Sneak peek of the top before it`s glued up


----------



## Apophis (May 28, 2008)

This top looks awesome


----------



## Crucified (May 28, 2008)

updated specs a little as mike and i talk about it.


----------



## ibznorange (May 28, 2008)

Sweet christ


----------



## Jason (May 28, 2008)




----------



## Drew (May 28, 2008)

msherman said:


> Sneak peek of the top before it`s glued up



Holy fucking... _something_.


----------



## Decipher (May 28, 2008)

Sounds pretty sweet! What are you doing for tuning on this Kev? Just standard B-G or is this to match the 8 string with a low F#?


----------



## Crucified (May 28, 2008)

i'll be using it mostly for B, however i played a 35 scale warwick tha tuned down to f# and the tension on the other strings was just awesome so i figure if i need it to tune down i'll be able to.


----------



## Codyyy (May 28, 2008)

Oh, ... my... GOD!

errr oooo I'm Kevin and I have mad cash and plan to use it to Shermanize my entire life oooooh! 
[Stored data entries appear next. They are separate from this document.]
"""fieldsill iq: made files, SigMF pairs, real recordings, and mistakes."""

from __future__ import annotations

import csv
import json
import os
from pathlib import Path
from typing import Any

import numpy as np
import pytest

from tests.cli.command import run

FOLDER = os.environ.get("FIELDSILL_RECORDINGS")
UNSET = "FIELDSILL_RECORDINGS is not set: real recordings not tested"


def tone(n: int = 4096, step: float = 1 / 16) -> np.ndarray[Any, Any]:
    return 0.5 * np.exp(2j * np.pi * step * np.arange(n))


def write(path: Path, samples: np.ndarray[Any, Any], dtype: str, scale: float) -> Path:
    parts = np.stack([samples.real, samples.imag], axis=1) * scale
    path.write_bytes((parts if dtype == "<f4" else np.rint(parts)).astype(dtype).tobytes())
    return path


@pytest.mark.parametrize(
    ("name", "dtype", "scale"),
    [("a.cs8", "i1", 128.0), ("a.cs16", "<i2", 32768.0), ("a.cf32", "<f4", 1.0)],
)
def test_a_tone_at_half_scale(
    capsys: pytest.CaptureFixture[str], tmp_path: Path, name: str, dtype: str, scale: float
) -> None:
    """|z| = 0.5 is -6.02 dBFS; the tone lies at a sixteenth of the rate."""
    path = write(tmp_path / name, tone(), dtype, scale)
    found = run(
        capsys,
        ["iq", path, "--rate", "1.6MHz", "--band", "90kHz:110kHz", "--band=-800e3:0", "--json"],
    ).document
    near, far = found["bands"]
    assert (near["low_hz"], near["high_hz"]) == (90e3, 110e3)
    assert near["power_dbfs"] == pytest.approx(-6.02, abs=0.05)
    assert near["peak_dbfs"] == pytest.approx(-6.02, abs=0.05)
    assert far["power_dbfs"] < -40
    assert found["total_power_dbfs"] == pytest.approx(-6.02, abs=0.05)
    assert (found["samples"], found["duration_s"]) == (4096, 4096 / 1.6e6)
    assert found["clipped_fraction"] == (None if name.endswith("cf32") else 0.0)


def test_clipping_is_counted_and_said(capsys: pytest.CaptureFixture[str], tmp_path: Path) -> None:
    path = tmp_path / "a.cu8"
    path.write_bytes(bytes([0, 128, 255, 128]) * 1024)
    found = run(capsys, ["iq", path, "--json"]).document
    assert found["clipped_fraction"] == 0.5
    assert any("lower bound" in note for note in found["notes"])
    assert found["duration_s"] is None
    assert "lower bound" in run(capsys, ["iq", path]).out


def sigmf(folder: Path, **more: object) -> Path:
    write(folder / "a.sigmf-data", tone(), "<i2", 32768.0)
    whole = {"core:datatype": "ci16_le", "core:sample_rate": 1.6e6} | more
    document = {"global": whole, "captures": [{"core:frequency": 1.8e9}], "annotations": []}
    meta = folder / "a.sigmf-meta"
    meta.write_text(json.dumps(document), encoding="utf-8")
    return meta


@pytest.mark.parametrize("suffix", [".sigmf-meta", ".sigmf-data"])
def test_a_sigmf_pair_knows_its_rate_and_centre(
    capsys: pytest.CaptureFixture[str], tmp_path: Path, suffix: str
) -> None:
    path = sigmf(tmp_path).with_suffix(suffix)
    found = run(capsys, ["iq", path, "--band", "90kHz:110kHz", "--json"]).document
    assert found["bands"][0]["power_dbfs"] == pytest.approx(-6.02, abs=0.01)
    assert (found["rate_hz"], found["centre_hz"]) == (1.6e6, 1.8e9)
    assert found["duration_s"] == 4096 / 1.6e6


def test_bytes_round_the_samples_are_left_out(
    capsys: pytest.CaptureFixture[str], tmp_path: Path
) -> None:
    """A header of 128 bytes read as samples moved a real mean by 1.2 dB once."""
    meta = sigmf(tmp_path, **{"core:trailing_bytes": 8})
    document = json.loads(meta.read_text(encoding="utf-8"))
    document["captures"][0]["core:header_bytes"] = 128
    meta.write_text(json.dumps(document), encoding="utf-8")
    data = meta.with_suffix(".sigmf-data")
    data.write_bytes(b"\x7f" * 128 + data.read_bytes() + b"\x7f" * 8)
    found = run(capsys, ["iq", meta, "--json"]).document
    assert found["samples"] == 4096
    assert found["total_power_dbfs"] == pytest.approx(-6.02, abs=0.01)


def retuned(folder: Path) -> Path:
    """A tone at half scale, then one at a quarter after a retune; a raw header before each."""
    meta = sigmf(folder)
    loud = meta.with_suffix(".sigmf-data").read_bytes()
    weak = write(folder / "w", tone() / 2, "<i2", 32768.0).read_bytes()
    meta.with_suffix(".sigmf-data").write_bytes(bytes(128) + loud + bytes(64) + weak)
    document = json.loads(meta.read_text(encoding="utf-8"))
    document["captures"] = [
        {"core:sample_start": 0, "core:frequency": 1.8e9, "core:header_bytes": 128},
        {"core:sample_start": 4096, "core:frequency": 1.9e9, "core:header_bytes": 64},
    ]
    meta.write_text(json.dumps(document), encoding="utf-8")
    return meta


def test_one_capture_of_a_retuned_recording(
    capsys: pytest.CaptureFixture[str], tmp_path: Path
) -> None:
    meta = retuned(tmp_path)
    assert "choose one capture, 0 to 1" in run(capsys, ["iq", meta, "--json"]).one_line
    for number, (centre_hz, dbfs) in enumerate(((1.8e9, -6.02), (1.9e9, -12.04))):
        found = run(capsys, ["iq", meta, "--capture", number, "--json"]).document
        assert (found["centre_hz"], found["samples"]) == (centre_hz, 4096)
        assert found["total_power_dbfs"] == pytest.approx(dbfs, abs=0.01)


def test_a_raw_header_is_skipped_where_it_is_told(
    capsys: pytest.CaptureFixture[str], tmp_path: Path
) -> None:
    path = write(tmp_path / "a.cs16", tone(), "<i2", 32768.0)
    path.write_bytes(b"\x7f" * 128 + path.read_bytes())
    found = run(capsys, ["iq", path, "--header-bytes", 128, "--json"]).document
    assert found["samples"] == 4096
    assert found["total_power_dbfs"] == pytest.approx(-6.02, abs=0.01)


def test_floats_are_scaled_as_their_metadata_say(
    capsys: pytest.CaptureFixture[str], tmp_path: Path
) -> None:
    """Stored in codes of 16 bits: 20 log 32768 = 90.3 dB higher than full scale."""
    meta = sigmf(tmp_path, **{"core:datatype": "cf32_le"})
    write(meta.with_suffix(".sigmf-data"), tone(), "<f4", 32768.0)
    document = json.loads(meta.read_text(encoding="utf-8"))
    document["captures"][0]["capture_details:acq_scale_factor"] = 1 / 32768
    meta.write_text(json.dumps(document), encoding="utf-8")
    more = ["--band", "90kHz:110kHz", "--corrected", "--json"]
    found = run(capsys, ["iq", meta, *more]).document
    assert found["total_power_dbfs"] == pytest.approx(-6.02, abs=0.01)
    for key in ("power_dbfs", "peak_dbfs", "corrected_dbfs"):
        assert found["bands"][0][key] == pytest.approx(-6.02, abs=0.01)
    assert any("multiplied by 3.05176e-05" in note for note in found["notes"])


def test_corrected_figures_have_a_key_of_their_own(
    capsys: pytest.CaptureFixture[str], tmp_path: Path
) -> None:
    """An offset of 20 codes beside a tone of 0.1, by hand: -20 dB, with the offset -13.3 dB."""
    path = write(tmp_path / "a.cs8", tone() * 0.2 + 20 / 128, "i1", 128.0)
    arguments = ["iq", path, "--rate", "1.6MHz", "--band=-200kHz:200kHz"]
    (plain,) = run(capsys, [*arguments, "--json"]).document["bands"]
    (band,) = run(capsys, [*arguments, "--corrected", "--json"]).document["bands"]
    assert set(plain) == {"low_hz", "high_hz", "power_dbfs", "peak_dbfs"}
    assert plain == {key: band[key] for key in plain}
    assert band["power_dbfs"] == pytest.approx(10 * np.log10(0.01 + (20 / 128) ** 2), abs=0.1)
    # the tone leaks nothing into the bins that are left out; they count as the rest of the band
    assert band["corrected_dbfs"] == pytest.approx(
        -20.0 - 10 * np.log10(band["usable_share"]), abs=0.1
    )
    assert band["usable_share"] == pytest.approx(249 / 256, abs=0.01)
    assert "corrected" in run(capsys, [*arguments, "--corrected"]).out
    assert "--band" in run(capsys, ["iq", path, "--corrected"]).one_line


def test_for_people(capsys: pytest.CaptureFixture[str], tmp_path: Path) -> None:
    out = run(capsys, ["iq", sigmf(tmp_path), "--band", "90kHz:110kHz"]).out
    assert "ci16_le, 4096 samples, 0.00256 s" in out
    assert "centre 1.8 GHz" in out
    assert "90,000        110,000       -6.02" in out
    assert "say nothing about a field strength" in out


def test_a_simulated_recording_is_called_so(
    capsys: pytest.CaptureFixture[str], tmp_path: Path
) -> None:
    meta = sigmf(tmp_path, **{"fieldsill:simulated": True})
    assert run(capsys, ["iq", meta]).out.startswith("SIMULATED: these figures are invented\n")
    assert run(capsys, ["iq", meta, "--json"]).document["simulated"] is True
    meta = sigmf(tmp_path, **{"fieldsill:simulated": False})
    assert "SIMULATED" not in run(capsys, ["iq", meta]).out
    assert run(capsys, ["iq", meta, "--json"]).document["simulated"] is False


def test_silence_has_no_level(capsys: pytest.CaptureFixture[str], tmp_path: Path) -> None:
    path = tmp_path / "a.cs8"
    path.write_bytes(bytes(4096))
    found = run(capsys, ["iq", path, "--rate", "1e6", "--band", "0:1e5", "--json"]).document
    assert found["total_power_dbfs"] is None
    assert found["bands"][0]["power_dbfs"] is None
    assert "nothing" in run(capsys, ["iq", path]).out


@pytest.mark.parametrize(
    ("name", "body", "more", "code", "says"),
    [
        ("none.cu8", None, [], 3, "no such file"),
        ("a.bin", bytes(4096), [], 2, "--datatype"),
        ("a.cu8", b"", [], 2, "no sample"),
        ("a.cu8", b"\0", [], 2, "no sample"),
        ("a.cu8", bytes(4096), ["--band", "0:1"], 2, "--rate"),
        ("a.cu8", bytes(100), ["--rate", "1MHz", "--band", "0:1e5"], 2, "--fft"),
        ("a.cu8", bytes(4096), ["--rate", "1MHz", "--band", "5"], 2, "LOW:HIGH"),
        ("a.cu8", bytes(4096), ["--rate", "1MHz", "--band", "0:2MHz"], 2, "outside"),
        ("a.cu8", bytes(4096), ["--rate", "1MHz", "--band", "5:4"], 2, "low end"),
        ("a.cu8", bytes(4096), ["--rate", "-1MHz"], 2, "not a frequency"),
        ("a.cu8", bytes(4096), ["--datatype", "cu9"], 2, "cu9"),
        ("a.cu8", bytes(4096), ["--overlap", "1"], 2, "overlap"),
        ("a.cu8", bytes(4096), ["--fft", "0"], 2, "fft"),
        ("a.cf32", b"\0\0\xc0\x7f" * 64, [], 2, "not numbers"),
        ("a.sigmf-meta", b"{", [], 3, "no such file"),
        ("a.sigmf", bytes(4096), [], 2, "unpack it first"),
        ("a.cu8", bytes(4096), ["--capture", "0"], 2, "--capture"),
    ],
)
def test_mistakes_are_one_line(
    capsys: pytest.CaptureFixture[str], tmp_path: Path, name: str, body: bytes | None,
    more: list[str], code: int, says: str,
) -> None:  # fmt: skip
    path = tmp_path / name
    if body is not None:
        path.write_bytes(body)
    found = run(capsys, ["iq", path, *more])
    assert found.code == code
    assert found.out == ""
    assert says in found.one_line


def test_broken_sigmf_metadata(capsys: pytest.CaptureFixture[str], tmp_path: Path) -> None:
    meta = sigmf(tmp_path, **{"core:datatype": "ru99"})
    assert "ru99" in run(capsys, ["iq", meta]).one_line
    meta.write_text("{", encoding="utf-8")
    assert "not a JSON text" in run(capsys, ["iq", meta]).one_line


def recorded() -> list[Any]:
    if not FOLDER:
        return [pytest.param({}, id="none", marks=pytest.mark.skip(reason=UNSET))]
    text = (Path(FOLDER) / "iq" / "reference.json").read_text(encoding="utf-8")
    return [pytest.param(entry, id=entry["file"]) for entry in json.loads(text)]


def test_recordings_are_here() -> None:
    if not FOLDER:
        pytest.skip(UNSET)
    with (Path(FOLDER) / "iq" / "manifest.csv").open(encoding="utf-8") as file:
        listed = {row["file"] for row in csv.DictReader(file)}
    assert {param.values[0]["file"] for param in recorded()} == listed
    assert len(listed) > 10


@pytest.mark.parametrize("entry", recorded())
def test_real_recording(capsys: pytest.CaptureFixture[str], entry: dict[str, Any]) -> None:
    """Reference figures of the folder, worked out with scipy.signal.welch: within 0.1 dB.

    With the same window, overlap and bins the two agree far closer; 1e-6 dB is asked for.
    """
    for welch in entry["welch"]:
        bands = [f"--band={band['lo_hz']}:{band['hi_hz']}" for band in welch["bands"]]
        found = run(
            capsys,
            ["iq", f"{FOLDER}/iq/{entry['file']}", "--rate", entry["sample_rate"],
             "--fft", welch["nperseg"], *bands, "--json"],
        ).document  # fmt: skip
        assert found["samples"] == entry["n"]
        assert found["total_power_dbfs"] == pytest.approx(entry["total_dbfs"], abs=1e-6)
        for band, reference in zip(found["bands"], welch["bands"], strict=True):
            assert band["power_dbfs"] == pytest.approx(reference["dbfs"], abs=1e-6)
            assert band["peak_dbfs"] >= band["power_dbfs"]
        if not entry["datatype"].startswith("cf32"):
            assert found["clipped_fraction"] == pytest.approx(entry["clip_fraction"], abs=1e-12)
            clipped = any("lower bound" in note for note in found["notes"])
            assert clipped == (entry["clip_fraction"] > 0)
ooooo oooooo I'm Mike Sherman I shit awesomeness and I build guitars oooh 


Glad I got that out of my system


----------



## msherman (May 28, 2008)

^ You obviously beat me to the liquor cabinet tonight, didn`t ya?


----------



## Jason (May 28, 2008)

msherman said:


> ^ You obviously beat me to the liquor cabinet tonight, didn`t ya?



at 15 or 16 I hope not


----------



## Codyyy (May 28, 2008)




----------



## OwlsHaveEyes (May 28, 2008)

Oh FUCK! That top is a sexy bitch!


----------



## Shawn (May 29, 2008)

That is a beautiful top. That's going to look amazing.


----------



## Randy (May 29, 2008)

That burl is really something else... how thick is the top on this beast?


----------



## hanachanmaru (May 29, 2008)

msherman said:


> Sneak peek of the top before it`s glued up




Am not a bass player but this pic certainly looks one of a kind !!!! nice job ever Mr Mike sherman !!! it has got eyes on that burl !! haha...


----------



## Decipher (Jul 5, 2008)

Any updates on this yet Kev?


----------



## Crucified (Jul 6, 2008)

mikes camera is dead or something so no picture updates yet, he has told me so far that the body is almost done and the fretboard with be going on the neck very soon. woooooooooo


----------



## hanachanmaru (Sep 4, 2008)

Nice guitar you got kevin !! and now you are going for a bass? lol hell !!! thats going to rule over... anyway with all the pics i collected from sherman in this thread is awesome !!! if have the money i certainly would like to go for another perhaps a 7 or 9s as is highly collectables lol


----------



## Crucified (Sep 4, 2008)

yeah, i'm waiting for new pictures and stuff. he's working on it and seems to be pretty bogged down with orders. I'm pretty impatient and want instant gratification. haha. it will all come soon.


----------



## CentaurPorn (Sep 4, 2008)

Is it just me or is there an evil demon face in that figure? I can has a Sherman?

Pure hot dirty sex.


----------



## darren (Sep 4, 2008)

Amazing top. I see the eyes of a golden Buddha in the figure.


----------



## Crucified (Oct 1, 2008)

new picture! fuuuucccccckkking awesome. i love that fretboard wood!


----------



## TimSE (Oct 1, 2008)

ohmy!
that board is lush

that will look amazing when its done
really will


----------



## Harris (Oct 1, 2008)

That fretboard is awesome! What kind of wood is it?


----------



## Crucified (Oct 1, 2008)

Harris said:


> That fretboard is awesome! What kind of wood is it?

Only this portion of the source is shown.